The earliest record showing that William and Mary used a numerical scale dates to 1850. It was a 4-point scale, with 1 being the highest grade and 4 the lowest.
Late 19th century
Throughout the 1850s and 60s, the University of Michigan made several attempts to evaluate its students fairly. First, it used the numeral scale but soon replaced it with a pass-fail system in 1851. Less than a year later, in 1852, it switched to a ‘plus and minus’ system, where the plus sign indicated that the pupil had passed the examination. In the early 1860s, it had reinstated the 100-point numerical scale. By 1867 it had devised a new evaluating system in which evaluations were as follows: P for Passing, C for Conditioned, and A for Absent.
In 1895, the University of Michigan modified and adopted a system with somewhat familiar gradings to Harvard. These gradings were: Passed, Incomplete, Conditioned, Not Passed, and Absent.

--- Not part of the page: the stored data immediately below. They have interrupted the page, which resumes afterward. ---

// The station file may pin the model and serial an instrument must report; the
// wrong instrument on the bench refuses to run (it would void traceability).
func TestPinnedIdentityMismatchRefuses(t *testing.T) {
	st, seq := demoFiles(t, nil)
	m := st.Instruments["meter"]
	m.Model = "DV-99"
	st.Instruments["meter"] = m
	_, err := sequencer.Open(context.Background(), sequencer.Config{Station: st, Sequence: seq})
	if err == nil || !strings.Contains(err.Error(), "wrong instrument") || !strings.Contains(err.Error(), "DV-99") {
		t.Fatalf("want a refusal naming the pinned model, got %v", err)
	}
}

Harvard’s Solution to Ranking Students
In 1877, Harvard concocted a 100-point to categorize students into six divisions based on their grade percentage out of 100 percent.
- Division 1 — 90 or more
- Division 2 — 89 to 75
- Division 3 — 74 to 60
- Division 4 — 59 to 50
- Division 5 — 49 to 40
- Division 6 — below 40
Present data suggests that the use of letters for grading started in 1883 at Harvard when a student received a B. The same year the percentage system of marking was abandoned and replaced with a five-category system that classified students into five groups, the lowest of which consisted of students who had failed.
In 1895, Harvard invented another scale of merit with the following classifications: Failed, Passed, and Passed with Distinction.
Throughout the second half of the century, universities from around America switched to and fro in an array of grading scales.
The Advent of The Modern Grading System
Alt-text: Female Seminary, Mount Holyoke in 1837
Mount Holyoke—The Pioneer of Letter Grading System
1897 marked the advent of a new era in the academic world. It was the year when Mount Holyoke College devised a marking system by combining three different types of grading practices: descriptive words, letters, and percentages. Students were now marked using the following grades:
- A — Excellent, equivalent to percents 95—100
- B — Good, equal to percents 85—94
- C — Fair, equivalent to percents 76—84
- D — Passed (barely), representing percent 75
- E — Failed, below 75
In 1898 they revised this system by adding an F grade for Failed and adjusting the remaining letters along the 100 percent scale.
By the early 20th century, this system was standardized in universities through the States. The country also saw a massive influx of students in elementary schools as states throughout America were passing compulsory-attendance laws. Therefore, elementary and secondary schools too instituted a standardized grading system to evaluate their students.
Mount Holyoke’s invention laid the foundation for modern college grading. While colleges employed the letter system by using a 100-point scale, others instituted the grade point average (GPA) scale: A for 4.0, B for 3.0, C for 2.0, and D for 1.0.
Though educational institutes appreciate a standardized grading system, debates often arise about grade inflation and the efficacy of grades for evaluating a student’s learning in this modern era.